Programming languages provide abstract representations of matrices and arrays, but underneath these abstractions, memory is always linear. In C/C++ and CUDA, multidimensional arrays are typically stored in row-major order, meaning consecutive elements of a row occupy adjacent memory locations.

This becomes critically relevant in CUDA, where thread warps execute memory accesses in parallel. When threads within a warp access consecutive memory addresses, the hardware can coalesce those accesses into a single wide memory transaction. Misaligned or scattered accesses, by contrast, require independent transactions for each thread, resulting in substantial performance degradation.

Coalesced Access – The B Matrix

Consider the classic case of dense matrix multiplication² When accessing the B matrix, each CUDA thread reads a distinct column. Since matrices are stored in row-major order, reading columns means accessing consecutive addresses along a row — which are adjacent in memory.

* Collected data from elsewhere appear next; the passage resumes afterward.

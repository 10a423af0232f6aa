/**
 * The hashed string multimap behind blocking keys and deletion variants (src/kb/string-index.ts):
 * every value added under a string comes back, in insertion order, and strings never added find
 * nothing (checked over many absent strings, where a false hit needs two 32-bit hashes to agree).
 */
import { describe, expect, it } from "vitest";
import { StringIndex, StringIndexBuilder } from "../src/kb/string-index.js";

const valuesOf = (index: StringIndex, s: string): number[] => {
  const out: number[] = [];
  index.forEach(s, (v) => out.push(v));
  return out;
};

describe("StringIndex", () => {
  it("answers nothing when empty", () => {
    const index = new StringIndex(new StringIndexBuilder().build());
    expect(index.size).toBe(0);
    expect(index.has("")).toBe(false);
    expect(valuesOf(index, "harrow")).toEqual([]);
  });

  it("returns every value of a string in the order added, across many strings", () => {
    const b = new StringIndexBuilder();
    const expected = new Map<string, number[]>();
    // Interleave the strings so values of one string are not added side by side.
    for (let round = 0; round < 3; round++)
      for (let i = 0; i < 5000; i++) {
        const s = `key-${i}`;
        if (i % (round + 1) !== 0) continue;
        const v = i * 10 + round;
        b.add(s, v);
        expected.set(s, [...(expected.get(s) ?? []), v]);
      }
    const index = new StringIndex(b.build());
    expect(index.size).toBe([...expected.values()].reduce((n, vs) => n + vs.length, 0));
    for (const [s, vs] of expected) {
      expect(valuesOf(index, s)).toEqual(vs);
      expect(index.has(s)).toBe(true);
    }
  });

  it("finds no value for strings never added", () => {
    const b = new StringIndexBuilder();
    for (let i = 0; i < 20000; i++) b.add(`w${i}`, i);
    const index = new StringIndex(b.build());
    let falseHits = 0;
    for (let i = 0; i < 20000; i++) if (index.has(`x${i}`) || index.has(`w${i}w`)) falseHits++;
    expect(falseHits).toBe(0);
    expect(valuesOf(index, "w")).toEqual([]);
  });

  it("tells apart strings that differ only in case, accents or one letter", () => {
    const b = new StringIndexBuilder();
    b.add("marsh", 1);
    b.add("Marsh", 2);
    b.add("marsh\u00e9", 3);
    b.add("marah", 4);
    const index = new StringIndex(b.build());
    expect(valuesOf(index, "marsh")).toEqual([1]);
    expect(valuesOf(index, "Marsh")).toEqual([2]);
    expect(valuesOf(index, "marsh\u00e9")).toEqual([3]);
    expect(valuesOf(index, "marah")).toEqual([4]);
  });

  it("keeps full 32-bit values", () => {
    const b = new StringIndexBuilder();
    b.add("big", 0xffffffff);
    b.add("big", 0);
    expect(valuesOf(new StringIndex(b.build()), "big")).toEqual([0xffffffff, 0]);
  });

  it("rejects arrays that were not built together", () => {
    const b = new StringIndexBuilder();
    b.add("a", 1);
    const arrays = b.build();
    expect(() => new StringIndex({ ...arrays, value: new Uint32Array(0) })).toThrow(/different lengths/);
    expect(() => new StringIndex({ ...arrays, start: new Uint32Array(4) })).toThrow(/power of two/);
  });
});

Image ref - CoffeeBeforeArch

This access pattern enables coalescing: instead of multiple separate memory reads, the GPU issues a single transaction that serves the entire warp. The result is reduced memory latency and improved effective bandwidth.

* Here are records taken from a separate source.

/**
 * Near spellings and the table's near-name rate (src/link/crowding.ts): a name matched only by a
 * near spelling counts less the more crowded the table's names are. Two invented gazette tables:
 * a sparse one, where no name is a slip away from another's, and a crowded one, where every
 * name is. Each is small enough to be measured whole, so the rates are exact.
 */
import { afterAll, beforeAll, describe, expect, it } from "vitest";
import type { Kb } from "../src/kb/kb.js";
import { sampleEids } from "../src/link/crowding.js";
import { createLinker, type Linker } from "../src/link/linker.js";
import { DEFAULT_WEIGHTS } from "../src/score/combine.js";
import { openTableKb, type TableKb } from "./helpers/table-kb.js";

const SPARSE = [
  "id,name,type,aliases,description,prior",
  "T1,Harrowmouth,town,,river port at the Tolley mouth,40",
  "T2,Stenmouth,town,,market town and ferry,30",
  "T3,Quaybridge,town,,bridge town with grain wharves,20",
  "F1,Josiah Aldous,person,,harbour master,5",
  "",
].join("\n");

/** Every town here has a neighbour one letter away: Tolleby / Tollaby, Wexcombe / Waxcombe, ... */
const CROWDED = [
  "id,name,type,aliases,description,prior",
  "C1,Tolleby,town,,,10",
  "C2,Tollaby,town,,,10",
  "C3,Wexcombe,town,,,10",
  "C4,Waxcombe,town,,,10",
  "C5,Ambridge,town,,,10",
  "C6,Ambrigde,town,,,10",
  "C7,Harrowby,town,,,10",
  "C8,Harroby,town,,,10",
  "",
].join("\n");

let sparseTable: TableKb;
let crowdedTable: TableKb;
let crowdedKb: Kb;
let sparse: Linker;
let crowded: Linker;

beforeAll(async () => {
  sparseTable = await openTableKb(SPARSE, "hawser-near-");
  crowdedTable = await openTableKb(CROWDED, "hawser-near-");
  sparse = sparseTable.linker;
  ({ kb: crowdedKb, linker: crowded } = crowdedTable);
});

afterAll(() => {
  sparseTable.close();
  crowdedTable.close();
});

describe("sampleEids", () => {
  it("takes the whole of a small table and spreads a sample over a large one", () => {
    expect(sampleEids(4, 10)).toEqual([1, 2, 3, 4]);
    expect(sampleEids(0, 10)).toEqual([]);
    const s = sampleEids(1_000_000, 1000);
    expect(s).toHaveLength(1000);
    expect(s[0]).toBe(1);
    expect(s[999]).toBe(999_001);
    for (let i = 1; i < s.length; i++) expect(s[i]! - s[i - 1]!).toBe(1000);
  });
});

describe("the near-name rate", () => {
  it("is 0 where no name is a slip from another's, and 1 where every name is", () => {
    expect(sparse.nearNameRate).toBe(0);
    expect(crowded.nearNameRate).toBe(1);
    // Measured once per open KB, whatever linker asks.
    expect(createLinker(crowdedKb, { threshold: 0.9 }).nearNameRate).toBe(1);
  });
});

describe("linking near spellings", () => {
  it("links an OCR slip in a sparse table at full strength", () => {
    const r = sparse.link({ id: "m1", text: "Harowmouth", type: "GPE" });
    expect(r.entity).toBe("T1");
    expect(r.candidates[0]?.features.nearSpelling).toBe(0);
    expect(r.reasons.map((x) => x.code)).not.toContain("near-spelling");
  });

  it("leaves a near spelling NIL in a crowded table, citing the rate", () => {
    // "Tolloby" is one letter from Tolleby and from Tollaby: in this table that is no evidence.
    const r = crowded.link({ id: "m2", text: "Tolloby", type: "GPE" });
    expect(r.entity).toBeNull();
    const best = r.candidates[0]!;
    expect(best.features.nearSpelling).toBe(1);
    const reason = r.reasons.find((x) => x.code === "near-spelling");
    expect(reason?.nearNameRate).toBe(1);
    // Without the cost, the same candidate would pass the threshold.
    const free = createLinker(crowdedKb, {
      weights: { ...DEFAULT_WEIGHTS, features: { ...DEFAULT_WEIGHTS.features, nearSpelling: 0 } },
    });
    expect(free.link({ id: "m2", text: "Tolloby", type: "GPE" }).score).toBeGreaterThan(0.5);
  });

  it("still links names spelled as the table spells them, in a crowded table", () => {
    const r = crowded.link({ id: "m3", text: "Wexcombe", type: "GPE" });
    expect(r.entity).toBe("C3");
    expect(r.candidates[0]?.features.nearSpelling).toBe(0);
    // The neighbour is scored with the cost.
    expect(r.candidates.find((c) => c.entity === "C4")?.features.nearSpelling).toBe(1);
  });

  it("counts a short form found as written as spelled alike", () => {
    const r = sparse.link({ id: "m4", text: "Aldous", type: "PER" });
    expect(r.candidates[0]?.entity).toBe("F1");
    expect(r.candidates[0]?.features.nearSpelling).toBe(0);
  });
});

Misaligned Access – The A Matrix

In contrast, accessing the A matrix typically involves each thread reading a different row and iterating across columns. Due to row-major layout, rows are not adjacent in memory — they are separated by the width of the matrix.

Image ref - CoffeeBeforeArch

As a result, even if thread accesses are conceptually aligned in the matrix, they are thousands of elements apart in memory. These accesses are non-coalesced, forcing the hardware to issue multiple independent transactions per warp. This behavior incurs significantly higher latency and reduces throughput.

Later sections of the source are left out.